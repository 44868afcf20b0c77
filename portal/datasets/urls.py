from django.urls import path

from portal.datasets import views

app_name = "datasets"
urlpatterns = [
    path("uploads/<int:upload_id>/", views.upload_detail, name="upload"),
]
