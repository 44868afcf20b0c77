"""A Django upload handler that streams each browser-sent file into staging, hashing it, and
the CSRF check that must pass before it is installed."""

import hashlib
import os

from django.conf import settings
from django.core.files.uploadedfile import UploadedFile
from django.core.files.uploadhandler import FileUploadHandler
from django.http import QueryDict
from django.middleware.csrf import CsrfViewMiddleware
from django.utils.datastructures import MultiValueDict

from portal.datasets.services import new_staging_name, staging_root


class StagedFile(UploadedFile):
    """A file already written to staging; ``staged_path`` and ``sha256`` say where and what."""

    def __init__(self, staged_path, name, size, sha256, content_type):
        super().__init__(file=None, name=name, content_type=content_type, size=size)
        self.staged_path = staged_path
        self.sha256 = sha256

    def close(self):
        return None


class StagingUploadHandler(FileUploadHandler):
    """Writes every file field straight to the staging folder; nothing stays in memory."""

    chunk_size = 1024 * 1024

    def new_file(self, field_name, file_name, content_type, content_length, charset=None,
                 content_type_extra=None):
        super().new_file(field_name, file_name, content_type, content_length, charset,
                         content_type_extra)
        self.path = staging_root() / new_staging_name()
        self.sink = open(self.path, "wb")
        self.digest = hashlib.sha256()
        self.size = 0

    def receive_data_chunk(self, raw_data, start):
        self.sink.write(raw_data)
        self.digest.update(raw_data)
        self.size += len(raw_data)
        return None

    def file_complete(self, file_size):
        self.sink.flush()
        os.fsync(self.sink.fileno())
        self.sink.close()
        return StagedFile(self.path, self.file_name, self.size, self.digest.hexdigest(),
                          self.content_type)

    def upload_interrupted(self):
        if getattr(self, "sink", None) is not None:
            self.sink.close()
            self.path.unlink(missing_ok=True)


#: The query-string field that carries the web form's CSRF token (see ``csrf_refusal``).
CSRF_QUERY_FIELD = "csrf_token"


def csrf_refusal(request):
    """Django's CSRF check, made before a byte of the body is read: the token comes from the
    X-CSRFToken header or the ``csrf_token`` query field, never from the body (reading the body
    would already write the files to staging). Returns None when it passes, else the 403."""
    header = settings.CSRF_HEADER_NAME
    if header not in request.META and request.GET.get(CSRF_QUERY_FIELD):
        request.META[header] = request.GET[CSRF_QUERY_FIELD]
    # An empty form for the check to look at, so that it cannot parse the body.
    request._post, request._files = QueryDict(), MultiValueDict()
    try:
        return CsrfViewMiddleware(lambda _: None).process_view(request, None, (), {})
    finally:
        del request._post, request._files
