from django.contrib import admin

from portal.datasets.models import (
    Block,
    DatasetVersion,
    Participant,
    Recording,
    Upload,
    VersionFile,
)


@admin.register(Upload)
class UploadAdmin(admin.ModelAdmin):
    list_display = ("id", "site", "study", "state", "source", "label", "created_at")
    list_filter = ("state", "site")


@admin.register(DatasetVersion)
class DatasetVersionAdmin(admin.ModelAdmin):
    list_display = ("id", "site", "study", "number", "n_files", "created_at")
    readonly_fields = ("site", "study", "number", "upload", "parent", "manifest_sha256", "diff")


for model in (VersionFile, Participant, Recording, Block):
    admin.site.register(model)
admin.site.site_header = "Cairn operator pages"
admin.site.site_title = "Cairn operator pages"
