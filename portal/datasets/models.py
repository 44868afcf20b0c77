"""Uploads, immutable dataset versions, and what they contain."""

from django.conf import settings
from django.db import models
from django.utils import timezone


class UploadMode(models.TextChoices):
    SNAPSHOT = "snapshot", "full snapshot of the site's dataset"
    ADDITION = "addition", "addition to the latest version"


class UploadState(models.TextChoices):
    RECEIVING = "receiving", "receiving files"
    QUEUED = "queued", "waiting for validation"
    VALIDATING = "validating", "validating"
    ACCEPTED = "accepted", "accepted"
    REJECTED = "rejected", "rejected"


class Upload(models.Model):
    site = models.ForeignKey("accounts.Site", on_delete=models.PROTECT, related_name="uploads")
    study = models.ForeignKey("accounts.Study", on_delete=models.PROTECT, related_name="uploads")
    mode = models.CharField(max_length=10, choices=UploadMode.choices, default=UploadMode.SNAPSHOT)
    state = models.CharField(
        max_length=12, choices=UploadState.choices, default=UploadState.RECEIVING, db_index=True
    )
    source = models.CharField(max_length=20, help_text="web, api or command")
    label = models.CharField(max_length=200, blank=True, help_text="Original file or folder name.")
    archive_sha256 = models.CharField(max_length=64, blank=True)
    archive_bytes = models.BigIntegerField(default=0)
    errors = models.JSONField(default=list, blank=True)
    warnings = models.JSONField(default=list, blank=True)
    created_by = models.ForeignKey(
        settings.AUTH_USER_MODEL, null=True, blank=True, on_delete=models.SET_NULL,
        related_name="+",
    )
    created_at = models.DateTimeField(default=timezone.now, db_index=True)
    finished_at = models.DateTimeField(null=True, blank=True)

    class Meta:
        ordering = ["-created_at", "-id"]

    def __str__(self):
        return f"upload {self.pk} from {self.site.slug} ({self.state})"


class DatasetVersion(models.Model):
    """What a site's dataset held after an accepted upload. Never changed once written."""

    site = models.ForeignKey("accounts.Site", on_delete=models.PROTECT, related_name="versions")
    study = models.ForeignKey("accounts.Study", on_delete=models.PROTECT, related_name="versions")
    number = models.PositiveIntegerField()
    upload = models.OneToOneField(Upload, on_delete=models.PROTECT, related_name="version")
    manifest = models.JSONField(help_text="Every file: BIDS path, sha256, size in bytes.")
    manifest_sha256 = models.CharField(max_length=64)
    created_at = models.DateTimeField(default=timezone.now)

    class Meta:
        ordering = ["site", "-number"]
        constraints = [
            models.UniqueConstraint(
                fields=["site", "study", "number"], name="one_version_number_per_site_study"
            )
        ]

    def __str__(self):
        return f"{self.site.slug} v{self.number}"


class Participant(models.Model):
    site = models.ForeignKey("accounts.Site", on_delete=models.PROTECT, related_name="participants")
    label = models.CharField(max_length=64, help_text="BIDS participant label (after 'sub-').")

    class Meta:
        ordering = ["site", "label"]
        constraints = [
            models.UniqueConstraint(fields=["site", "label"], name="one_label_per_site")
        ]

    def __str__(self):
        return f"sub-{self.label} ({self.site.slug})"


class Recording(models.Model):
    version = models.ForeignKey(DatasetVersion, on_delete=models.CASCADE, related_name="recordings")
    participant = models.ForeignKey(
        Participant, on_delete=models.PROTECT, related_name="recordings"
    )
    path = models.CharField(max_length=500, help_text="Data file's path in the BIDS tree.")
    sha256 = models.CharField(max_length=64)
    session = models.CharField(max_length=64, blank=True)
    task = models.CharField(max_length=64)
    run = models.CharField(max_length=16, blank=True)
    sfreq_hz = models.FloatField()
    n_channels = models.PositiveIntegerField()
    duration_s = models.FloatField()
    power_line_hz = models.FloatField(null=True, blank=True)
    condition = models.CharField(max_length=64, blank=True)
    rating = models.PositiveSmallIntegerField(null=True, blank=True)
    level = models.CharField(max_length=64, blank=True)

    class Meta:
        ordering = ["version", "path"]
        constraints = [
            models.UniqueConstraint(fields=["version", "path"], name="one_path_per_version")
        ]

    def __str__(self):
        return self.path
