from django import forms

from portal.datasets.models import UploadMode

#: One line each on what the two kinds of upload do, shown beside the choice.
MODE_CHOICES = [
    (UploadMode.ADDITION, "Add to the dataset: new or corrected files are added to the latest "
                          "version; nothing already stored is removed."),
    (UploadMode.SNAPSHOT, "Replace the whole dataset: files and participants not in this upload "
                          "leave the new version (you are shown what and asked to confirm)."),
]


class UploadForm(forms.Form):
    """What accompanies the files: the study and whether they add to or replace the dataset."""

    study = forms.ChoiceField(label="Study")
    mode = forms.ChoiceField(
        choices=MODE_CHOICES, initial=UploadMode.ADDITION, widget=forms.RadioSelect,
        label="What these files are",
    )

    def __init__(self, *args, studies, **kwargs):
        super().__init__(*args, **kwargs)
        self.fields["study"].choices = [(s.slug, s.name) for s in studies]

> [Action item]:
All that the answer may hold is the lines from the one with "super().__init__(*args, **kwargs)" through the end of the data, set down exactly as they appear.

> [Answer section]:
        super().__init__(*args, **kwargs)
        self.fields["study"].choices = [(s.slug, s.name) for s in studies]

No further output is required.